What you are asked to do
Give back exactly the lines of the material below, starting with the line with "expect(page.status).toBe(404);" and going on through the line with "it('is not fooled".

Raw data
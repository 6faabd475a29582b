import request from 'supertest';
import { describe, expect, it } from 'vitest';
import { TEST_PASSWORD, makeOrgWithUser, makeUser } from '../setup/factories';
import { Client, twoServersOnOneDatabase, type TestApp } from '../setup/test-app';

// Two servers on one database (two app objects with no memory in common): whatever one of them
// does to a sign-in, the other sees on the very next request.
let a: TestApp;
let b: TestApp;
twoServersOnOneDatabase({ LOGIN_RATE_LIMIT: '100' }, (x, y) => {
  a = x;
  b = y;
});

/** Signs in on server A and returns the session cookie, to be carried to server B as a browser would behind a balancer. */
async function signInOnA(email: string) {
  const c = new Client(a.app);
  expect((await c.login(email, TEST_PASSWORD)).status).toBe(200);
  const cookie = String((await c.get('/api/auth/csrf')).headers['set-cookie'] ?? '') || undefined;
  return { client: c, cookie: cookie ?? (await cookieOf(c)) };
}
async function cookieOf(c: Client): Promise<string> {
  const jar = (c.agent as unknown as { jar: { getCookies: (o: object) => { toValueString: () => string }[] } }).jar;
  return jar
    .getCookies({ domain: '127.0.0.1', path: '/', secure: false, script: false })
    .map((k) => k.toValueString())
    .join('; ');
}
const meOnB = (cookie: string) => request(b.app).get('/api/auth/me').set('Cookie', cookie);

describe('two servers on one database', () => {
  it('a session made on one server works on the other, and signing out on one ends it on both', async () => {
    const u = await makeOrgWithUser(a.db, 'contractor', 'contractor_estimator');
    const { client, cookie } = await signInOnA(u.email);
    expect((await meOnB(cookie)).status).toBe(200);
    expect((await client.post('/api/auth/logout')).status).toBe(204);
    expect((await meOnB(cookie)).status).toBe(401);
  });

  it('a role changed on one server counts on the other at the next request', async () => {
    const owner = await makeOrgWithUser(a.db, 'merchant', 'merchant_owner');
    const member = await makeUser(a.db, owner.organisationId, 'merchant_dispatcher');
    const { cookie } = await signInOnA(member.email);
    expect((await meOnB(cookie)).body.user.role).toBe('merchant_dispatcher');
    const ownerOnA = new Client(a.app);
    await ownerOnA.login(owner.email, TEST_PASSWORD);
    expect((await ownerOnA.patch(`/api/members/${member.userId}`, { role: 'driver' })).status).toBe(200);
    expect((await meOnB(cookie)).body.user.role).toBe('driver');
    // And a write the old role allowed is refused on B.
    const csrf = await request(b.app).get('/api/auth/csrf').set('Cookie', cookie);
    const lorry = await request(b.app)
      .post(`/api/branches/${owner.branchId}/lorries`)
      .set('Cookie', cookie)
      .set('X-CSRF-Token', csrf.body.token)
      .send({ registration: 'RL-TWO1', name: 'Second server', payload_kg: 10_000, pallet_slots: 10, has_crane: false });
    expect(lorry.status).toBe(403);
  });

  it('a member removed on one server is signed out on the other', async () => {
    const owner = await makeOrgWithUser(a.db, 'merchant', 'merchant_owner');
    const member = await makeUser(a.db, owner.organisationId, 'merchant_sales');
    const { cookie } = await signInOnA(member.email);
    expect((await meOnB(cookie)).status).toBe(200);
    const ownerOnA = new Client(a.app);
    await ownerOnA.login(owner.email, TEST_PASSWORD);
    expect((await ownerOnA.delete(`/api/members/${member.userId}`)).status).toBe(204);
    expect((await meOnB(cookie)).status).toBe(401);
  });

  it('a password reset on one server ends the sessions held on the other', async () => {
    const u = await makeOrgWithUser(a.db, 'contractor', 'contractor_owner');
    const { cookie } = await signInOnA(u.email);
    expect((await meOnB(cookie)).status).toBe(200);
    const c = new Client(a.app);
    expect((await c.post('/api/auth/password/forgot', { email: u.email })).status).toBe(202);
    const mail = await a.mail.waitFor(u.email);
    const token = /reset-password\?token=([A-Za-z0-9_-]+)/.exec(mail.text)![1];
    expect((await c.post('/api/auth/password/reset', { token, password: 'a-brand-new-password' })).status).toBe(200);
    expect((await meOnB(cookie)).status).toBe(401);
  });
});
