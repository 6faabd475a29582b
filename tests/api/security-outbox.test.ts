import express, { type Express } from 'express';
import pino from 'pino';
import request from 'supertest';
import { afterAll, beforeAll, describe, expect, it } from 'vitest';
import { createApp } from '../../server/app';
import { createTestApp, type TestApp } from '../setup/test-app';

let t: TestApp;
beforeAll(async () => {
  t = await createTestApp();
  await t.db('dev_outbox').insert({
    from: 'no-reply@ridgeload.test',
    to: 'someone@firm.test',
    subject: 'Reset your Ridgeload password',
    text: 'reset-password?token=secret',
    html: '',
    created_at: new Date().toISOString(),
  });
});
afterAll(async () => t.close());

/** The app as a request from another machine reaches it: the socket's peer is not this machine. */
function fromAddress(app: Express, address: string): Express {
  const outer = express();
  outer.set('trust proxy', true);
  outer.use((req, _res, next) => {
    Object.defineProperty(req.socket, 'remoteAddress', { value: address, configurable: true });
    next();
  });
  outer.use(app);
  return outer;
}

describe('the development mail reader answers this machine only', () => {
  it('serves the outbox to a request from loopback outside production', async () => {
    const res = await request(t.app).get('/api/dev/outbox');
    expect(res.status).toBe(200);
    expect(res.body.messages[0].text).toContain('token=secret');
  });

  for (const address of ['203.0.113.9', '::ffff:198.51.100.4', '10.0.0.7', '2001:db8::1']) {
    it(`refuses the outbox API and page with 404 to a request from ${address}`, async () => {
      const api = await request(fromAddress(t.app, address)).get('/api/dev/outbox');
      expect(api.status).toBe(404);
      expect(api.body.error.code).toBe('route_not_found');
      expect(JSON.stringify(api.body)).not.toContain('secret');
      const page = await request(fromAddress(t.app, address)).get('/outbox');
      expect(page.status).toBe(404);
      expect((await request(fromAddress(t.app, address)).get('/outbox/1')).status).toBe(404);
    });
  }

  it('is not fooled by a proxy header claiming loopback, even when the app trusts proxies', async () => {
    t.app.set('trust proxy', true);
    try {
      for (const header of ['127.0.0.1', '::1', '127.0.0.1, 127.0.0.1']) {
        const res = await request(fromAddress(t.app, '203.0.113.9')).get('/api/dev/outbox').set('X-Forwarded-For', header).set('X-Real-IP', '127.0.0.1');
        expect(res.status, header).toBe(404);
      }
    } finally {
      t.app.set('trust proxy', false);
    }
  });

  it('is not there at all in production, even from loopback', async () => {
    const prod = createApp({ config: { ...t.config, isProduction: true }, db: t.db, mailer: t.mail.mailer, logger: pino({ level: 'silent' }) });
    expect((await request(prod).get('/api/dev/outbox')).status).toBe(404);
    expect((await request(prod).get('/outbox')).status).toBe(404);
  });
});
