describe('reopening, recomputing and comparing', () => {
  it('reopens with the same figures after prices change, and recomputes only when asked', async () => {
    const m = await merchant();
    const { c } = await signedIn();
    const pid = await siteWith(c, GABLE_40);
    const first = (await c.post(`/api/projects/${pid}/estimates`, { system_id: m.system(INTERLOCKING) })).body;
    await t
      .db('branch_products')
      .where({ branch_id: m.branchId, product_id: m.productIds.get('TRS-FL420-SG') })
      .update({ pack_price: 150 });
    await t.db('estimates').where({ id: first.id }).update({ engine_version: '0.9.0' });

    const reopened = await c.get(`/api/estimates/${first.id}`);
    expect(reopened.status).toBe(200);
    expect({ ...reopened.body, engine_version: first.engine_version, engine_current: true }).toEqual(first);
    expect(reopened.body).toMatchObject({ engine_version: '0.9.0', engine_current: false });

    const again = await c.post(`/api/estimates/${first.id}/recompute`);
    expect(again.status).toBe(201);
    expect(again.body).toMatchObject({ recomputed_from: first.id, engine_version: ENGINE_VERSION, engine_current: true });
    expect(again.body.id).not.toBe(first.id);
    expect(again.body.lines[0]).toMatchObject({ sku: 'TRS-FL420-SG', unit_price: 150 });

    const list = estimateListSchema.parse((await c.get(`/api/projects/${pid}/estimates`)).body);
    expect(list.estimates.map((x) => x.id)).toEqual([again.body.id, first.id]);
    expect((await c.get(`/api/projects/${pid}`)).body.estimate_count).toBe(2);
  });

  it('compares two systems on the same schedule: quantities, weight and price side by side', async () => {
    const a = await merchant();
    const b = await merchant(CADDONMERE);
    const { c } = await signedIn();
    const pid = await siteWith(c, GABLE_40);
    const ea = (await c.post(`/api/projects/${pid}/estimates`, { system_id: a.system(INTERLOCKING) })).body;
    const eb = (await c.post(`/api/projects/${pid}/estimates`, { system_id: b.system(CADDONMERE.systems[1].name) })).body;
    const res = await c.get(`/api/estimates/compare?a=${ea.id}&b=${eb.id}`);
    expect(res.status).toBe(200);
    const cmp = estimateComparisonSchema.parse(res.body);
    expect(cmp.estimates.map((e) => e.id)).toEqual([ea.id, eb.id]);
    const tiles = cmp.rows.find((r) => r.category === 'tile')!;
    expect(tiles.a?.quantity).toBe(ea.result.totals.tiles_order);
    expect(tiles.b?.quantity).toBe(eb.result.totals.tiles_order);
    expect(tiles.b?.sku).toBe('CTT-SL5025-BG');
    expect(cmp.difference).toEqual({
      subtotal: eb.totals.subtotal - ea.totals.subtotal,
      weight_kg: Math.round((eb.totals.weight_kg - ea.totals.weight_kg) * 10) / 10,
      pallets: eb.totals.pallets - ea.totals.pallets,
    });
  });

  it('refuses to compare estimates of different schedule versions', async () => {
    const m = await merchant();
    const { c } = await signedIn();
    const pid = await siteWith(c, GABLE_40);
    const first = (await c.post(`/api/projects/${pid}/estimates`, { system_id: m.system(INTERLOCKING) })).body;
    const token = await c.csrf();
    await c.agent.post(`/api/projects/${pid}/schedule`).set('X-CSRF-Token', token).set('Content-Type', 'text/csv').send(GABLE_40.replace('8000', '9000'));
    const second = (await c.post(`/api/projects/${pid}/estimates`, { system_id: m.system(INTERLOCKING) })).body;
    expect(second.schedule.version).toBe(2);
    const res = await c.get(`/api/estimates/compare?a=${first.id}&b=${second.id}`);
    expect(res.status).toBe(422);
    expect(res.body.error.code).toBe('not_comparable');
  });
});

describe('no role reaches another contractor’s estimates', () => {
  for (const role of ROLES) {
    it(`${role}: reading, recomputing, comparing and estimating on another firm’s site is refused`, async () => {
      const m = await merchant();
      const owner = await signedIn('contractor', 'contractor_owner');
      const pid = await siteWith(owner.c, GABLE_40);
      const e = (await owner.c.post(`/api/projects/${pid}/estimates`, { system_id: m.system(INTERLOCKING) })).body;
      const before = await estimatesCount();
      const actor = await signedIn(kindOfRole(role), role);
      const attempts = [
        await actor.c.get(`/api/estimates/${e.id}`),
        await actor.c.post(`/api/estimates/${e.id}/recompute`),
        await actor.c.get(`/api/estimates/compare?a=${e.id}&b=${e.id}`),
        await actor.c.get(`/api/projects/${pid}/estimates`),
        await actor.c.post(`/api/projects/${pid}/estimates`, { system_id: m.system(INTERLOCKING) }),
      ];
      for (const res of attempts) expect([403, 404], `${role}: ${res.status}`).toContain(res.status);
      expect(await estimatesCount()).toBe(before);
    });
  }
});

Answer box
      expect(page.status).toBe(404);
      expect((await request(fromAddress(t.app, address)).get('/outbox/1')).status).toBe(404);
    });
  }

  it('is not fooled by a proxy header claiming loopback, even when the app trusts proxies', async () => {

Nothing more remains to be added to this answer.